Ecco come abbiamo migliorato la nostra sanità pubblica

di Elisa Pirro e Gilda Sportiello, capigruppo nella Commissione Sanità del Senato e Affari Sociali della Camera


La sanità pubblica è un patrimonio straordinario nel nostro Paese: mai come quest’anno abbiamo visto l’effetto dei continui tagli di risorse avvenuti in passato e quanto sia fondamentale invece difendere il nostro servizio sanitario nazionale pubblico e universale.

Il Movimento 5 Stelle, in tutti i livelli istituzionali, si è sempre battuto per difendere questo presidio fondamentale per la salute pubblica.

Appena arrivati al governo, con la prima legge di Bilancio del 2019, abbiamo portato il livello del finanziamento al Servizio sanitario nazionale a 114 miliardi e 451 milioni di euro, prevedendo un ulteriore incremento di 2 miliardi per l’anno 2020.

Abbiamo previsto un piano per la riduzione delle liste di attesa e per la ristrutturazione dei nostri ospedali: nel 2019 il fondo è passato da 24 a 28 miliardi.

Con la Legge di Bilancio 2020 abbiamo confermato l’incremento previsto di 2 miliardi per il Fondo Sanitario nazionale, a cui abbiamo aggiunto altri 2 miliardi per l’edilizia sanitaria; inoltre abbiamo abolito il superticket a partire da settembre 2020: la quota di partecipazione dei cittadini al costo delle prestazioni di assistenza specialistica ambulatoriale. Era stato introdotto dal governo Berlusconi nel 2011 come tassa aggiuntiva non obbligatoria: doveva essere temporaneo e si è rivelato un ostacolo all’accesso alle cure.

Il Covid-19, poi, ha travolto i sistemi sanitari di tutti i paesi coinvolti; nel nostro paese, in alcune regioni, sono emerse tragicamente tutte le problematiche legate al progressivo smantellamento, avvenuto negli anni scorsi, della sanità territoriale. Nonostante questo, grazie all’impegno e all’abnegazione di medici, infermieri, operatori sanitari e sociosanitari, il nostro Servizio sanitario pubblico si è dimostrato fondamentale nell’affrontare la pandemia.

Il Governo, in piena emergenza, ha potenziato immediatamente il servizio sanitario nazionale: 3,5 miliardi nel Cura Italia per la sanità e per la protezione civile. Abbiamo assunto medici, infermieri, operatori socio-sanitari. In seguito, nel decreto Rilancio abbiamo stanziato altri 3,250 miliardi per rafforzare la rete territoriale sanitaria e sociosanitaria: sono stati assunti 9.600 infermieri ed è stata istituita la figura dell’infermiere di famiglia; su quest’ultimo provvedimento, i nostri portavoce, Gaspare Marinello in Senato e Stefania Mammì alla Camera, avevano già presentato proposte di legge. Inoltre sono state potenziate le Unità speciali di continuità assistenziale (Usca), per l’assistenza domiciliare, con un investimento di 61.000.000 euro.

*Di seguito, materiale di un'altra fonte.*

"""Fisher matrices of band-power models: F_ij = ∂_i Bᵀ C⁻¹ ∂_j B for a parameter-independent
covariance (Tegmark, Taylor & Heavens 1997, ApJ 480, 22).

`fisher_matrix` takes the derivatives; `numerical_fisher` computes them for any band-power model
function by central differences, ∂_i B ≈ [B(θ + h e_i) − B(θ − h e_i)] / 2h (error O(h²)), and checks
the step: each parameter's step is halved until two successive derivative estimates agree to ``rtol``
in the data's own noise units, ‖L⁻¹(d_h − d_{h/2})‖ / ‖L⁻¹ d_{h/2}‖ with C = L Lᵀ (so a change the
data could never see does not count). The derivative at the smaller step is kept; for an O(h²) rule its
remaining truncation error is about a third of that change (Richardson's argument).

What it is: the Fisher matrix is the curvature of the Gaussian log-likelihood at θ, and F⁻¹ the
covariance of its Gaussian (Laplace) approximation — exact only for a model linear in θ with Gaussian
priors. It is an approximation of the posterior, labelled so, and returned with its diagnostics
(steps used, last relative change, convergence flag, model evaluations); a sampler's chain, not F⁻¹,
is what the project reports as constraints.
"""
from __future__ import annotations

from dataclasses import dataclass
from typing import Callable

import numpy as np
from scipy import linalg


def fisher_matrix(derivs: dict, covariance) -> np.ndarray:
    """F_ij = ∂_i Bᵀ C⁻¹ ∂_j B, rows and columns in the order of ``derivs`` (a mapping name → (N,)
    derivative of the band powers)."""
    cov = np.asarray(covariance, dtype=float)
    if cov.ndim != 2 or cov.shape[0] != cov.shape[1]:
        raise ValueError(f"covariance must be square, got shape {cov.shape}")
    names = list(derivs)
    if not names:
        raise ValueError("no derivatives given")
    d = np.array([np.asarray(derivs[k], dtype=float) for k in names])
    if d.shape != (len(names), cov.shape[0]):
        raise ValueError(f"derivatives must each have {cov.shape[0]} entries, got shape {d.shape}")
    factor = linalg.cho_factor(cov, lower=True)
    fisher = d @ linalg.cho_solve(factor, d.T)
    return 0.5 * (fisher + fisher.T)


@dataclass(frozen=True)
class NumericalFisher:
    """A Fisher matrix from central differences, with the diagnostics of its step-size check."""

    names: tuple[str, ...]
    x0: np.ndarray            # (P,) where the derivatives were taken
    matrix: np.ndarray        # (P, P) F
    derivs: np.ndarray        # (P, N) ∂B/∂θ_i at the step kept
    steps: np.ndarray         # (P,) step h_i kept
    change: np.ndarray        # (P,) relative change of ∂_i B over the last halving (noise units)
    converged: np.ndarray     # (P,) bool: change ≤ rtol
    rtol: float
    evaluations: int          # calls of the model (points evaluated)

    @property
    def all_converged(self) -> bool:
        return bool(np.all(self.converged))

    def covariance(self, prior_precision=None) -> np.ndarray:
        """(F + prior precision)⁻¹: the covariance of the Gaussian approximation (labelled as such).
        ``prior_precision`` is a (P,) diagonal (1/σ² of normal priors, 0 for flat) or (P, P)."""
        f = np.array(self.matrix, dtype=float)
        if prior_precision is not None:
            pp = np.asarray(prior_precision, dtype=float)
            f = f + (np.diag(pp) if pp.ndim == 1 else pp)
        return linalg.inv(f)

    def summary(self) -> str:
        """One line per parameter: step, relative change, convergence."""
        return "\n".join(f"{n}: h = {h:.3g}, last change {c:.2g} ({'converged' if ok else 'NOT converged'}"
                         f" at rtol {self.rtol:g})"
                         for n, h, c, ok in zip(self.names, self.steps, self.change, self.converged))


def numerical_fisher(model: Callable, x0, steps, covariance, *, names=None, rtol: float = 1e-3,
                     max_halvings: int = 8, vectorized: bool = False) -> NumericalFisher:
    """Fisher matrix of the band-power model ``model(θ) → (N,)`` at ``x0`` by central differences.

    ``steps`` (P,) are the first steps h_i (> 0); each is halved, at most ``max_halvings`` times, until
    two successive estimates of ∂_i B agree to ``rtol`` (see the module docstring). With
    ``vectorized``, ``model`` takes an (M, P) array of points and returns (M, N) — one call per round,
    so that an evaluator can spread the stencil over processes. Never raises for a step that does not
    converge: the result says so in ``converged`` and ``change``.
    """
    x0 = np.asarray(x0, dtype=float)
    h = np.array(steps, dtype=float).reshape(-1)
    p = x0.size
    if x0.ndim != 1 or h.shape != (p,):
        raise ValueError(f"x0 and steps must be 1-d of one length, got {x0.shape} and {h.shape}")
    if not np.all(np.isfinite(h) & (h > 0)):
        raise ValueError(f"steps must be finite and positive, got {h}")
    names = tuple(names) if names is not None else tuple(f"p{i}" for i in range(p))
    chol = linalg.cholesky(np.asarray(covariance, dtype=float), lower=True)
    evaluations = 0

    def evaluate(points: np.ndarray) -> np.ndarray:
        nonlocal evaluations
        evaluations += len(points)
        if vectorized:
            out = np.asarray(model(points), dtype=float)
        else:
            out = np.array([np.asarray(model(x), dtype=float) for x in points])
        if out.ndim != 2 or out.shape[0] != len(points) or out.shape[1] != chol.shape[0]:
            raise ValueError(f"model must return {chol.shape[0]} band powers per point, got {out.shape}")
        return out

    def derivatives(which: np.ndarray) -> np.ndarray:
        points = np.repeat(x0[None, :], 2 * len(which), axis=0)
        for k, i in enumerate(which):
            points[2 * k, i] += h[i]
            points[2 * k + 1, i] -= h[i]
        b = evaluate(points)
        return (b[0::2] - b[1::2]) / (2.0 * h[which, None])

    def whitened_norm(d: np.ndarray) -> np.ndarray:
        return np.linalg.norm(linalg.solve_triangular(chol, d.T, lower=True), axis=0)

    all_idx = np.arange(p)
    derivs = derivatives(all_idx)
    change = np.full(p, np.inf)
    todo = all_idx
    for _ in range(max_halvings):
        if not todo.size:
            break
        h[todo] *= 0.5
        finer = derivatives(todo)
        scale = whitened_norm(finer)
        diff = whitened_norm(finer - derivs[todo])
        with np.errstate(invalid="ignore", divide="ignore"):
            rel = np.where(scale > 0, diff / scale, np.where(diff > 0, np.inf, 0.0))
        change[todo] = rel
        derivs[todo] = finer
        todo = todo[~(rel <= rtol)]
    converged = change <= rtol
    cinv_d = linalg.cho_solve((chol, True), derivs.T)
    fisher = derivs @ cinv_d
    fisher = 0.5 * (fisher + fisher.T)
    return NumericalFisher(names=names, x0=x0, matrix=fisher, derivs=derivs, steps=h, change=change,
                           converged=converged, rtol=float(rtol), evaluations=evaluations)


__all__ = ["fisher_matrix", "numerical_fisher", "NumericalFisher"]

È fondamentale proseguire su questa strada, attivando una rete socio sanitaria che preveda una presa in carico del paziente, con un approccio multidisciplinare, che coinvolga tutti gli attori che sono parte integrante della comunità.

Abbiamo ulteriormente aumentato i contratti di formazione specialistica per i medici, aggiungendone altri 4.200: un altro passo avanti per colmare l’errata programmazione degli anni scorsi che ha generato quell’imbuto formativo in cui molti giovani medici si trovano dopo la laurea. Sono stati più che raddoppiati in posti in terapia intensiva, oltre 11 mila, e aumentati anche i posti in terapia sub intensiva. Abbiamo previsto ospedali Covid e ambulanze Covid. Abbiamo inoltre riportato al centro dell’agenda politica il tema della salute mentale, completamente dimenticato negli ultimi anni.

Adesso che i contagi da Covid-19 sono in aumento, il nostro Servizio sanitario è più forte. Ma è importante seguire tutte le misure precauzionali: usiamo le mascherine, manteniamo il distanziamento fisico, evitiamo assembramenti. Avere comportamenti responsabili non solo servirà per salvare vite umane ma è anche un segno di rispetto per tutti gli operatori sanitari che hanno combattuto per noi, anche perdendo la propria vita.